> INSTRUCTIONS TO FOLLOW: Only the lines that contain the string "const" belong in the answer; pull them from the records.

(Stored data)
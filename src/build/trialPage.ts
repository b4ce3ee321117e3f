/** Puts the trial page beside its bundle: our own files, the spreadsheet library and what it needs, each replaceable. */
import { cpSync, mkdirSync, writeFileSync } from "node:fs";
import { dirname, join } from "node:path";
import { balanceSizing } from "../trial/examples/balanceSizing";
import { condenserSweep } from "../trial/examples/condenserSweep";
import { freezerMounts } from "../trial/examples/freezerMounts";
import { seedbankLegacy } from "../trial/examples/seedbankLegacy";
import { trolleyShock } from "../trial/examples/trolleyShock";
import { vanRandom } from "../trial/examples/vanRandom";
import { writeWorkbook } from "./workbook";

/** file or folder in a package → its place in the page's library folder */
const borrowed: [string, string, string][] = [
  ["@odoo/o-spreadsheet", "dist/o_spreadsheet.min.iife.js", "o_spreadsheet.min.iife.js"],
  ["@odoo/o-spreadsheet", "dist/o_spreadsheet.css", "o_spreadsheet.css"],
  ["@odoo/o-spreadsheet", "dist/o_spreadsheet.xml", "o_spreadsheet.xml"],
  ["@odoo/o-spreadsheet", "LICENSE", "LICENSE-o-spreadsheet.txt"],
  ["@odoo/owl", "dist/owl.iife.min.js", "owl.iife.min.js"],
  ["@odoo/owl", "LICENSE", "LICENSE-owl.txt"],
  ["chart.js", "dist/chart.umd.min.js", "chart.umd.min.js"],
  ["chart.js", "LICENSE.md", "LICENSE-chart.js.txt"],
  ["bootstrap", "dist/css/bootstrap.min.css", "bootstrap.min.css"],
  ["bootstrap", "LICENSE", "LICENSE-bootstrap.txt"],
  ["font-awesome", "css/font-awesome.min.css", "font-awesome/css/font-awesome.min.css"],
  ["font-awesome", "fonts", "font-awesome/fonts"],
];

/** file names as in src/trial/examples/list.ts */
export const exampleBooks = {
  "balance-sizing.xlsx": balanceSizing,
  "condenser-sweep.xlsx": condenserSweep,
  "seedbank-legacy.xlsx": seedbankLegacy,
  "van-random.xlsx": vanRandom,
  "trolley-shock.xlsx": trolleyShock,
  "freezer-mounts.xlsx": freezerMounts,
};

export function copyTrialPage(root: string, dist: string): void {
  const page = join(dist, "trial");
  mkdirSync(page, { recursive: true });
  for (const file of ["index.html", "page.css"]) cpSync(join(root, "src/trial", file), join(page, file));
  cpSync(join(root, "src/trial/library.txt"), join(page, "library/README.txt"));
  mkdirSync(join(page, "examples"), { recursive: true });
  for (const [file, book] of Object.entries(exampleBooks))
    writeFileSync(join(page, "examples", file), writeWorkbook(book));
  for (const [name, from, to] of borrowed) {
    const target = join(page, "library", to);
    mkdirSync(dirname(target), { recursive: true });
    cpSync(join(root, "node_modules", name, from), target, { recursive: true });
  }
}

> TASK OUTPUT:
const borrowed: [string, string, string][] = [
export const exampleBooks = {
  const page = join(dist, "trial");
  for (const file of ["index.html", "page.css"]) cpSync(join(root, "src/trial", file), join(page, file));
  for (const [file, book] of Object.entries(exampleBooks))
  for (const [name, from, to] of borrowed) {
    const target = join(page, "library", to);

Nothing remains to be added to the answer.